Find the line with "func (k Kind)" in the records below. Copy it and every line after it, up to and including the line with "ParseKind parses the".

Collected data:
____________________

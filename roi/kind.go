package roi

import (
	"fmt"
	"strings"

	"voxgamma/structure"
)

// Kind is the clinical role of an ROI in a per-structure report.
type Kind int

// ROI kinds. The zero value is Other.
const (
	// Other is anything that is neither a target, an organ at risk nor the
	// body outline (CAVITY, BOLUS, SUPPORT, MARKER, isodose ROIs, ...).
	Other Kind = iota
	// Target is a planning, clinical or gross tumour volume (PTV, CTV, GTV).
	Target
	// OAR is an organ at risk (ORGAN, AVOIDANCE).
	OAR
	// Body is the external outline of the patient (EXTERNAL).
	Body
)

// String returns "target", "oar", "body" or "other".
func (k Kind) String() string {
	switch k {
	case Target:
		return "target"
	case OAR:
		return "oar"
	case Body:
		return "body"
	case Other:
		return "other"
	}
	return fmt.Sprintf("Kind(%d)", int(k))
}

// ParseKind parses the string form of a Kind ("target", "oar", "body",
// "other"; case-insensitive, surrounding spaces ignored).
func ParseKind(s string) (Kind, error) {
	switch strings.ToLower(strings.TrimSpace(s)) {
	case "target":
		return Target, nil
	case "oar":
		return OAR, nil
	case "body":
		return Body, nil
	case "other":
		return Other, nil
	}
	return Other, fmt.Errorf("roi: unknown ROI kind %q (want target, oar, body or other)", s)
}

// KindOfType maps an RTROIInterpretedType (DICOM PS3.3, RT ROI Observations
// Module) to a Kind: PTV, CTV, GTV → Target; ORGAN, AVOIDANCE → OAR;
// EXTERNAL → Body; anything else, including the empty string, → Other.
// Case and surrounding spaces are ignored.
func KindOfType(interpretedType string) Kind {
	switch strings.ToUpper(strings.TrimSpace(interpretedType)) {
	case "PTV", "CTV", "GTV":
		return Target
	case "ORGAN", "AVOIDANCE":
		return OAR
	case "EXTERNAL":
		return Body
	}
	return Other
}

// Rule assigns a Kind to ROIs by name.
type Rule struct {
	// Pattern is matched against the ROI name, case-insensitively, with
	// surrounding spaces of both ignored. A pattern containing '*' (any run
	// of characters, also none) or '?' (exactly one character) is a glob that
	// must match the whole name; any other pattern is a prefix ("PTV" matches
	// "PTV", "PTV_60" and "ptvboost").
	Pattern string
	// Kind is the kind given to matching ROIs.
	Kind Kind
	// Override makes the rule apply even when the ROI has an
	// RTROIInterpretedType; without it the rule applies only to ROIs whose
	// type is empty.
	Override bool
}

// ParseRule parses a rule written "PATTERN=KIND", or "PATTERN=KIND!" for a
// rule that overrides the interpreted type, e.g. "PTV*=target" or
// "Bowel*=oar!". The pattern is everything before the last '='.
func ParseRule(s string) (Rule, error) {
	eq := strings.LastIndexByte(s, '=')
	if eq < 0 {
		return Rule{}, fmt.Errorf("roi: rule %q: want PATTERN=KIND or PATTERN=KIND!", s)
	}
	pat, ks := strings.TrimSpace(s[:eq]), strings.TrimSpace(s[eq+1:])
	r := Rule{Pattern: pat}
	if strings.HasSuffix(ks, "!") {
		r.Override = true
		ks = strings.TrimSpace(strings.TrimSuffix(ks, "!"))
	}
	k, err := ParseKind(ks)
	if err != nil {
		return Rule{}, fmt.Errorf("roi: rule %q: %w", s, err)
	}
	r.Kind = k
	if pat == "" {
		return Rule{}, fmt.Errorf("roi: rule %q: empty pattern", s)
	}
	return r, nil
}

// String returns the rule in the form ParseRule reads.
func (r Rule) String() string {
	s := r.Pattern + "=" + r.Kind.String()
	if r.Override {
		s += "!"
	}
	return s
}

// Matches reports whether the rule's pattern matches an ROI name (see
// [Rule.Pattern]). An empty pattern matches nothing.
func (r Rule) Matches(name string) bool {
	p := []rune(strings.ToLower(strings.TrimSpace(r.Pattern)))
	n := []rune(strings.ToLower(strings.TrimSpace(name)))
	if len(p) == 0 {
		return false
	}
	if !strings.ContainsAny(r.Pattern, "*?") {
		return len(n) >= len(p) && string(n[:len(p)]) == string(p)
	}
	return glob(p, n)
}

// glob matches pattern p ('*', '?', literal runes) against the whole of n,
// iteratively with single-star backtracking (linear in practice, never
// exponential).
func glob(p, n []rune) bool {
	pi, ni := 0, 0
	star, mark := -1, 0
	for ni < len(n) {
		switch {
		case pi < len(p) && (p[pi] == '?' || p[pi] == n[ni]):
			pi++
			ni++
		case pi < len(p) && p[pi] == '*':
			star, mark = pi, ni
			pi++
		case star >= 0:
			pi = star + 1
			mark++
			ni = mark
		default:
			return false
		}
	}
	for pi < len(p) && p[pi] == '*' {
		pi++
	}
	return pi == len(p)
}

// Classify returns the Kind of an ROI: the first rule (in order) that
// matches its name and applies (its type is empty, or the rule overrides),
// else the kind of its RTROIInterpretedType (see [KindOfType]).
func Classify(r *structure.ROI, rules []Rule) Kind {
	k, _ := ClassifyBy(r, rules)
	return k
}

// ClassifyBy is [Classify] that also says which rule decided: its index in
// rules, or -1 when the kind comes from the RTROIInterpretedType.
func ClassifyBy(r *structure.ROI, rules []Rule) (Kind, int) {
	typed := strings.TrimSpace(r.InterpretedType) != ""
	for i, ru := range rules {
		if (!typed || ru.Override) && ru.Matches(r.Name) {
			return ru.Kind, i
		}
	}
	return KindOfType(r.InterpretedType), -1
}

____________________

— TASK RESPONSE —
func (k Kind) String() string {
	switch k {
	case Target:
		return "target"
	case OAR:
		return "oar"
	case Body:
		return "body"
	case Other:
		return "other"
	}
	return fmt.Sprintf("Kind(%d)", int(k))
}

// ParseKind parses the string form of a Kind ("target", "oar", "body",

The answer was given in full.